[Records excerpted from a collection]

----------

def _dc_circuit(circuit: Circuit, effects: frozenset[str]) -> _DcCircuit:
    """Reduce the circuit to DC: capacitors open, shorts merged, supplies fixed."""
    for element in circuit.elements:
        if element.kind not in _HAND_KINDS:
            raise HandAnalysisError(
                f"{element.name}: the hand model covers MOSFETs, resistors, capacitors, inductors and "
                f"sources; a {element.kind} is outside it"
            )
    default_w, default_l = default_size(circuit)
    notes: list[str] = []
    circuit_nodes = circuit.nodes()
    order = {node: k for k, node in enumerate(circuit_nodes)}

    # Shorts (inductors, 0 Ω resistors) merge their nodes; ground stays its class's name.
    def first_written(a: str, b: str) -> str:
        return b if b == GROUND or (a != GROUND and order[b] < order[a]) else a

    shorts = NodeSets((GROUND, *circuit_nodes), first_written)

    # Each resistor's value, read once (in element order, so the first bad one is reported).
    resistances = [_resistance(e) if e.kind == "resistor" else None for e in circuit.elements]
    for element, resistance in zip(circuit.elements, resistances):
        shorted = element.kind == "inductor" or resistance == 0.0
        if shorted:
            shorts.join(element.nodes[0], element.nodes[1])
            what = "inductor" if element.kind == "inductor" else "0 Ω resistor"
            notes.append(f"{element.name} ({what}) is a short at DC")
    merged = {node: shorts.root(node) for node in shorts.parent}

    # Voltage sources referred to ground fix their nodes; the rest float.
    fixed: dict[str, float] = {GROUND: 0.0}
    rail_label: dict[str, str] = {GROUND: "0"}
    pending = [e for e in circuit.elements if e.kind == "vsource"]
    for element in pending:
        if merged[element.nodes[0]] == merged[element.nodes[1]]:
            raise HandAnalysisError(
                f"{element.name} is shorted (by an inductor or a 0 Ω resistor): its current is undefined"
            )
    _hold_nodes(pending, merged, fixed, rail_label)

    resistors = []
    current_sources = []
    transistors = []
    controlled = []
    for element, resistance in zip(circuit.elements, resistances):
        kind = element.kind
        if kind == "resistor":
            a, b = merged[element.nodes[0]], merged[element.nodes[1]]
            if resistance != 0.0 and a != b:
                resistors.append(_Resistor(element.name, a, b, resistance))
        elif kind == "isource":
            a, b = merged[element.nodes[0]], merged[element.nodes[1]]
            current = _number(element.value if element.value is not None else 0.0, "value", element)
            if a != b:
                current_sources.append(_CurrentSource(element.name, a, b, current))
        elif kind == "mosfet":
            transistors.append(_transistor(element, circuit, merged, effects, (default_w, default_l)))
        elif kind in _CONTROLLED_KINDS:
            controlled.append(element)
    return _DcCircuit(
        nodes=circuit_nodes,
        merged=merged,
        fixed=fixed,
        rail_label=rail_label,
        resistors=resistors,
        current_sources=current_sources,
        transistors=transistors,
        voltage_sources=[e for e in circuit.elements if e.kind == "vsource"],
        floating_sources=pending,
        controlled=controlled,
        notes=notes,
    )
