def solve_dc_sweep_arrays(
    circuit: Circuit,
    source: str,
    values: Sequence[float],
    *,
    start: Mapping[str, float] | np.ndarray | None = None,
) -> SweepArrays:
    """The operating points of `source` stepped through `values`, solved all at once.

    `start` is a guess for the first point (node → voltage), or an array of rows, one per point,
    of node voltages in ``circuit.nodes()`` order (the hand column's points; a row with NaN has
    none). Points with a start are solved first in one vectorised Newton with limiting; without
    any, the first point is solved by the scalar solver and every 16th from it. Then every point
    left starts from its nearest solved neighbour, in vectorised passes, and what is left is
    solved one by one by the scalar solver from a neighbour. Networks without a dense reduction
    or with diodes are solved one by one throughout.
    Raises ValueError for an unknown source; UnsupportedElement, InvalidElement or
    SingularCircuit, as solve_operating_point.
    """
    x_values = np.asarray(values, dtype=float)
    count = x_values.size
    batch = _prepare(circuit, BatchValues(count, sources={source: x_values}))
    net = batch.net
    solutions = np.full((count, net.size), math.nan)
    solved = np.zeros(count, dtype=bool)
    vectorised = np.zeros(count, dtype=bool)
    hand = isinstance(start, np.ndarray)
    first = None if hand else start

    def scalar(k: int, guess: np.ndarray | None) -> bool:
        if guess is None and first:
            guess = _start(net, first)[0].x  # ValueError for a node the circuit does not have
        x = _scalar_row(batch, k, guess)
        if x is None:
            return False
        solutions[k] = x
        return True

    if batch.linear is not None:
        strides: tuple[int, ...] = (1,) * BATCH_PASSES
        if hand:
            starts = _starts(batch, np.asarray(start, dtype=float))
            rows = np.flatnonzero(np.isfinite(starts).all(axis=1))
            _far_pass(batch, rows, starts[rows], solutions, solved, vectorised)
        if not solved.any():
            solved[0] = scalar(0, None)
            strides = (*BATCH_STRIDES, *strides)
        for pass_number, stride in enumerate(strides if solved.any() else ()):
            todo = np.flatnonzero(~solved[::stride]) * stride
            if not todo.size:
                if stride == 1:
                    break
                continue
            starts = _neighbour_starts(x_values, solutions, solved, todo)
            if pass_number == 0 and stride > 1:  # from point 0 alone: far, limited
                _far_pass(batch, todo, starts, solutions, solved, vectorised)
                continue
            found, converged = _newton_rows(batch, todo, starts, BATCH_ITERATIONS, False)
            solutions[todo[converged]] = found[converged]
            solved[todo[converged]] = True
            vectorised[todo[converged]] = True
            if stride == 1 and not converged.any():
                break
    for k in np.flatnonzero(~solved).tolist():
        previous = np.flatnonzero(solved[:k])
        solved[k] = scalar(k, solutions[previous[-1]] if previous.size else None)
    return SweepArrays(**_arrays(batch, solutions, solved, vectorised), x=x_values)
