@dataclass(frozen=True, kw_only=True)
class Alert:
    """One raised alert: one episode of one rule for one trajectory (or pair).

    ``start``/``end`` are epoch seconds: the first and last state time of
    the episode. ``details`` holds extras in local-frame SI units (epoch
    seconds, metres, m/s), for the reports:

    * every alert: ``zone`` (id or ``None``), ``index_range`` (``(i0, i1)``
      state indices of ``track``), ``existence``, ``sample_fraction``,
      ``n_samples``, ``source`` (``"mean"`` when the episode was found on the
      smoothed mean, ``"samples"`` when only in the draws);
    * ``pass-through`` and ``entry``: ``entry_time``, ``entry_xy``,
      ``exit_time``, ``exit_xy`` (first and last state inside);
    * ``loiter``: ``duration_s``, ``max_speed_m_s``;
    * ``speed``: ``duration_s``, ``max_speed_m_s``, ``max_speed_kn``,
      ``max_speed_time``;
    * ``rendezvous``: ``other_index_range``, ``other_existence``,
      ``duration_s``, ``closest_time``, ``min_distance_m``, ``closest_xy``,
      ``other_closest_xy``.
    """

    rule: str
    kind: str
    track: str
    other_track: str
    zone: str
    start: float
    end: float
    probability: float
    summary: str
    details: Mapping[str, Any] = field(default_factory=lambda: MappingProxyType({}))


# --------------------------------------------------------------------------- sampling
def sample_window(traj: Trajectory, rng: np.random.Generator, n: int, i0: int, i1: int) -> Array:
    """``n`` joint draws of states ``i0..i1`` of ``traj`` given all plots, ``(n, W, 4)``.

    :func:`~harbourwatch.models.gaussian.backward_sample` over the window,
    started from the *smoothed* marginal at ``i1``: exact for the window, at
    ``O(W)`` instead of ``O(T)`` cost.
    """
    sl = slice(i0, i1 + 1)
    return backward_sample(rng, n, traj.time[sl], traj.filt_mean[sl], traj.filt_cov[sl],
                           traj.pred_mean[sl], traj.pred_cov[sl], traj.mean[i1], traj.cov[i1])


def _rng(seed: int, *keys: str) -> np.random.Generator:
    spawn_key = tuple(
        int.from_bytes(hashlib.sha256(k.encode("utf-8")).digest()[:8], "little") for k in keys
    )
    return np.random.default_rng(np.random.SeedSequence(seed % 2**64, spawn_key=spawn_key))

----------

Would you filter the entries above and keep each line that has the word "what"?

            what = "inductor" if element.kind == "inductor" else "0 Ω resistor"
            notes.append(f"{element.name} ({what}) is a short at DC")
    left starts from its nearest solved neighbour, in vectorised passes, and what is left is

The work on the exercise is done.